College of Southern Idaho Executive Vice President Todd Schwarz said Idaho State University has supported CSI in its push to offer bachelor’s degrees in elementary education. Idaho State has offered four-year education degrees in Twin Falls for more than 30 years but declined to respond to Schwarz’s statement.
“ISU remains a committed and supportive partner with CSI and plans to grow the availability of four-year and graduate degrees in Twin Falls,” Idaho State Executive Vice President and Provost Laura Woodworth-Ney said in a statement.
College of Southern Idaho’s proposal is now before the Council on Academic Affairs and Programs, a working group for the Instruction, Research, and Student Affairs Committee of the Idaho State Board of Education. IRSA would make a recommendation to the board. While the law permits the bachelor’s degree proposal, the State Board doesn’t yet have a policy in place, said Mike Keckler, the board’s chief communications officer.
“The board has instructed staff to conduct a policy review to determine what needs to change in the current policy,” Keckler said. He added board staff is checking to see if CSI’s proposal creates a conflict or duplicates offerings.
CSI, College of Western Idaho and North Idaho College all appeared before the Idaho State Board of Education April 19 to discuss conferring bachelor’s degrees on the community college level, though only CSI is moving forward at this time.
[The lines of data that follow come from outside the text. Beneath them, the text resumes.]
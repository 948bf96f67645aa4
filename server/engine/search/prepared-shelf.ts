import {
  formTimingTable,
  groupByValue,
  type ResistorValues,
  type TimingTable,
} from './resistor-values.ts';
import type { Shelf } from './shelf.ts';

/** A shelf made ready for many searches. */
export interface PreparedShelf {
  shelf: Shelf;
  values: ResistorValues;
  table: TimingTable;
  /** The lowest rated power of any resistor; what the rule of least timing resistance goes by. */
  smallestWatts: number;
}

/**
 * Prepares a shelf: sorts parts by id, groups resistors by value and forms the timing table. The
 * table of `earlier` is used again when the values are the same, so that a change of stock or price
 * costs a millisecond and only a new value costs a second on a very large shelf.
 */
export function prepareShelf(shelf: Shelf, earlier: PreparedShelf | null = null): PreparedShelf {
  const values = groupByValue(shelf.resistors);
  const byId = <Part extends { id: number }>(parts: readonly Part[]) =>
    [...parts].sort((a, b) => a.id - b.id);
  return {
    shelf: {
      resistors: byId(shelf.resistors),
      capacitors: byId(shelf.capacitors),
      comparators: byId(shelf.comparators),
      diodes: byId(shelf.diodes),
      trimmers: byId(shelf.trimmers),
    },
    values,
    table: earlier && sameValues(earlier.values, values) ? earlier.table : formTimingTable(values),
    smallestWatts: shelf.resistors.reduce((least, part) => Math.min(least, part.ratedWatts), 0.25),
  };
}

function sameValues(a: ResistorValues, b: ResistorValues): boolean {
  return (
    a.ohms.length === b.ohms.length &&
    a.ohms.every((value, k) => value === b.ohms[k] && a.pairs[k] === b.pairs[k])
  );
}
CWI has a bachelor’s degree transfer center and an extensive relationship with nearby Boise State University. The Nampa-based community college has no plans at this time to pursue offering bachelor’s degrees, but supports CSI’s efforts, spokesman Ashley Smith said.
North Idaho’s most recent three-year academic plan indicates it will pursue offering bachelor’s degrees, possibly in diesel technology, applied business management, network security administration, and nursing, College President Rick MacLennan said in a statement. It hasn’t proposed anything specific to the State Board, said MacLennan.
About 164 miles to the south in Elko, Great Basin College, a community college, is attracting more graduating high school students and people in the workforce with its broad array of bachelor’s degrees, especially recent additions in English and biological sciences, college spokeswoman Kayla McCarson said.
“We are beginning to see more high school seniors who are choosing Great Basin College with the goal to attend graduate or professional school upon graduation from Great Basin,” McCarson said. “Bachelor’s degrees like the B.A.S in Management and Supervision is a degree pursued by many students who already maintain full-time positions who wish to advance in their respected fields, or advanced to professional positions that are otherwise hard to fill without qualified applicants in rural Nevada.”